Quote from: chirine ba kal;955995Ahem! It is not a TARDIS, it is a "Telephone Box". And it's a pretty bad one, too, as it looks nothing like any of the GPO boxes. It does, however, bear a startling resemblance to a Metropolitan Police Mk 2 call box - the rozzers lost a complaint about who owned the trademark, by the way, as Auntie Beeb had gotten there first. So, as long as you never - ever - use it in any sort of activity relating to the IP owned by A Certain State-owned Telecommunications Monopoly you're safe from Auntie Beeb's Men In Black from paying you a visit and whisking you away in their black helicopters to Luton. Never To Be Seen Again, of course.

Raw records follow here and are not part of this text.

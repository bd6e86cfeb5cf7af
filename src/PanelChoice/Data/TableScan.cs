using System.Collections.Immutable;
using System.Security.Cryptography;
using PanelChoice.Study;

namespace PanelChoice.Data;

/// <summary>
/// A data file that was read once from end to end: every cell is checked, and what must be known of the whole is known. Where the rows are few they
/// were kept; where they are many and each person's rows stand together, in the panel's order of persons, the file is read again in parts of whole
/// persons, so that no table of it ever is in memory.
/// </summary>
internal sealed class TableScan
{
    /// <summary>
    /// Bytes of rows up to which a table is kept. Covariates can be many times larger than the rows they are made from (ten lags of a column), so that
    /// only what is small in any case is worth more in memory than read again.
    /// </summary>
    public const long BytesKept = 4 << 20;

    /// <summary>Rows of a part, unless a person has more: few enough that what is made of them stays far below the memory of the design.</summary>
    public const int RowsOfPart = 16_384;

    private readonly StudySpecification study;
    private readonly FileStamp stamp;
    private readonly ChoiceTable? kept;

    private TableScan(StudySpecification study, TableOutline outline, FileStamp stamp, Problem? disorder, ChoiceTable? kept)
    {
        this.study = study;
        this.stamp = stamp;
        this.kept = kept;
        Outline = outline;
        Disorder = disorder;
    }

    /// <summary>What is known of the file as a whole.</summary>
    public TableOutline Outline { get; }

    /// <summary>Size and time of the file when it was read.</summary>
    public FileStamp Stamp => stamp;

    /// <summary>Why the file cannot be read in parts; null where it can.</summary>
    public Problem? Disorder { get; }

    /// <summary>Reads a study's file.</summary>
    /// <param name="study">The study.</param>
    /// <param name="bytesKept">Bytes of rows up to which the table is kept.</param>
    /// <param name="mustBeOrdered">Whether a file whose table is not kept is refused where it is not in order of persons; otherwise its table is held as a whole.</param>
    public static Checked<TableScan> Of(StudySpecification study, long bytesKept, bool mustBeOrdered)
    {
        var scanned = ChoiceTableReader.Open<TableScan>(study, (file, read) =>
        {
            var stamp = FileStamp.Of(study);
            var sha256 = Convert.ToHexStringLower(SHA256.HashData(file));
            var columns = new ChoiceColumns(study);
            var rows = new RowsSeen(columns, bytesKept);
            columns.RowsAdded = rows.Take;
            read(columns);
            var wrong = columns.AllProblems(rows.Count);
            if (!wrong.IsEmpty) return Checked<TableScan>.Bad(wrong);
            var outline = columns.Outline(sha256, rows.Count);
            var disorder = rows.Disorder(study, columns.PersonsAsTheyCame(), outline.Persons);
            if (disorder is not null && mustBeOrdered && !rows.AreKept) return Checked<TableScan>.Bad([disorder]);
            return Checked<TableScan>.Good(new TableScan(study, outline, stamp, disorder, rows.AreKept ? columns.Finish(sha256).Value : null));
        });
        return scanned.Value is { Disorder: not null, kept: null } scan
            ? ChoiceTableReader.Read(study).Then(table => Checked<TableScan>.Good(new TableScan(study, scan.Outline, scan.stamp, scan.Disorder, table)))
            : scanned;
    }

    /// <summary>
    /// Hands out the file's rows as tables of whole persons, in the panel's order: the whole table where it is held, otherwise parts.
    /// </summary>
    /// <param name="rowsOfPart">Rows of a part, unless a person has more.</param>
    /// <param name="mayEndWith">Whether a part may end with a person, by the person's place in the panel.</param>
    /// <param name="each">Gets each table, and the place of its first person.</param>
    /// <returns>What went wrong: <c>data.changed</c> where the file is not what it was, or it cannot be read any more; empty when all is well.</returns>
    public ImmutableArray<Problem> Visit(int rowsOfPart, Func<int, bool> mayEndWith, Action<ChoiceTable, int> each)
    {
        if (kept is not null)
        {
            each(kept, 0);
            return [];
        }

        return ChoiceTableReader.Open<TableScan>(study, (_, read) =>
        {
            if (FileStamp.Of(study) != stamp) return Changed();
            var columns = new ChoiceColumns(study, Outline);
            var parts = new PersonsCut(columns, Outline, rowsOfPart, mayEndWith, each);
            columns.RowsAdded = parts.Cut;
            read(columns);
            parts.CutRest();
            return parts.IsAsBefore && FileStamp.Of(study) == stamp ? Checked<TableScan>.Good(this) : Changed();
        }).Problems;
    }

    private Checked<TableScan> Changed() => Checked<TableScan>.Bad(
        [new Problem("data.changed", study.Panel.File, "the file changed while it was being read", "start again once nothing writes to it")]);

    /// <summary>Looks at rows as they come in: how many there are, and whether persons stand together.</summary>
    private sealed class RowsSeen(ChoiceColumns columns, long bytesKept)
    {
        private const int RowsForgottenAtOnce = 8_192;

        private readonly List<long> firstRow = [];
        private readonly int mostKept = (int)Math.Min(int.MaxValue / 2, bytesKept / (16 + (8 * columns.Readings.Length)));
        private (long Row, int Person)? scattered;
        private int person = -1;
        private int looked;

        public long Count { get; private set; }

        public bool AreKept { get; private set; } = true;

        public void Take()
        {
            var codes = columns.PersonCodes;
            for (; looked < codes.Length; looked++, Count++)
            {
                var code = codes[looked];
                if (code == person || code < 0) continue;
                // Codes count persons as they come: a lower one was here before and left.
                if (code == firstRow.Count) firstRow.Add(columns.SourceRow(looked));
                else scattered ??= (columns.SourceRow(looked), code);
                person = code;
            }

            AreKept &= looked <= mostKept;
            if (AreKept || looked < RowsForgottenAtOnce) return;
            columns.Forget();
            looked = 0;
        }

        /// <summary>The first row at which the file is not in the panel's order of persons; null where it is.</summary>
        public Problem? Disorder(StudySpecification study, ImmutableArray<string> asTheyCame, ImmutableArray<string> inOrder)
        {
            var order = NameOrder.AreWholeNumbers(inOrder) ? "by number" : "as text, character by character";
            Problem At(long row, string who, string what) => new(
                "data.not_in_order", study.Panel.File, what,
                $"sort the file's rows by '{study.Panel.Person}', {order}; the order inside a person does not matter") { Row = row, Column = study.Panel.Person, Value = who };
            if (scattered is { } at) return At(at.Row, asTheyCame[at.Person], "this person's rows began further up, and rows of others stand between");
            for (var p = 0; p < inOrder.Length; p++)
                if (asTheyCame[p] != inOrder[p])
                    return At(firstRow[p], asTheyCame[p], $"this person comes before '{inOrder[p]}', who belongs here");
            return null;
        }
    }

    /// <summary>Cuts rows as they come in into tables of whole persons.</summary>
    private sealed class PersonsCut(ChoiceColumns columns, TableOutline outline, int rowsOfPart, Func<int, bool> mayEndWith, Action<ChoiceTable, int> each)
    {
        private int looked;
        private int ready;
        private long handedOver;

        public bool IsAsBefore { get; private set; } = true;

        public void Cut()
        {
            if (!IsAsBefore)
            {
                columns.Forget();
                return;
            }

            // A part ends before the row at which the next person begins.
            for (looked = Math.Max(1, looked); looked < columns.Rows; looked++)
            {
                var before = columns.PersonCodes[looked - 1];
                if (columns.PersonCodes[looked] == before) continue;
                if (columns.PersonCodes[looked] != before + 1)
                {
                    IsAsBefore = false;
                    return;
                }

                if (!mayEndWith(before)) continue;
                ready = looked;
                if (ready >= rowsOfPart) HandOver();
            }
        }

        public void CutRest()
        {
            Cut();
            ready = columns.Rows;
            if (IsAsBefore && ready > 0) HandOver();
            IsAsBefore &= handedOver == outline.Rows;
        }

        private void HandOver()
        {
            var first = columns.PersonCodes[0];
            var rows = ready;
            if (columns.TakePersons(rows, outline) is not { } table)
            {
                IsAsBefore = false;
                return;
            }

            handedOver += rows;
            looked = ready = 0;
            each(table, first);
        }
    }
}

/// <summary>Size and time of a file, by which a change is seen without reading it.</summary>
/// <param name="Bytes">Its size.</param>
/// <param name="Written">When it was last written, in ticks of universal time.</param>
internal readonly record struct FileStamp(long Bytes, long Written)
{
    /// <summary>The stamp of a study's data file.</summary>
    public static FileStamp Of(StudySpecification study)
    {
        var info = new FileInfo(study.Panel.FullPath);
        return new FileStamp(info.Length, info.LastWriteTimeUtc.Ticks);
    }
}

Right. Tell that to my Missus, who was on a first-name basis with more then a few of the people involved. Who also made me look at:

http://www.themindrobber.co.uk/real-police-box-history.html

As for the other planets on our system, yes, we dropped by for visits during our 'tourists see the world(s) phase', but we didn't see or get shot at by anybody so we assumed that they are uninhabited. Ruins as mentioned, but that's it. Atmospheres largely unbreathable, unless maybe you're a Shunned One, and local conditions about what one would expect for each given their positions in the system. Which is why when dear old Turshanmu would follow his usual habit of arriving and opening the hatch to see where we were, we'd get pretty cranky - no airlock.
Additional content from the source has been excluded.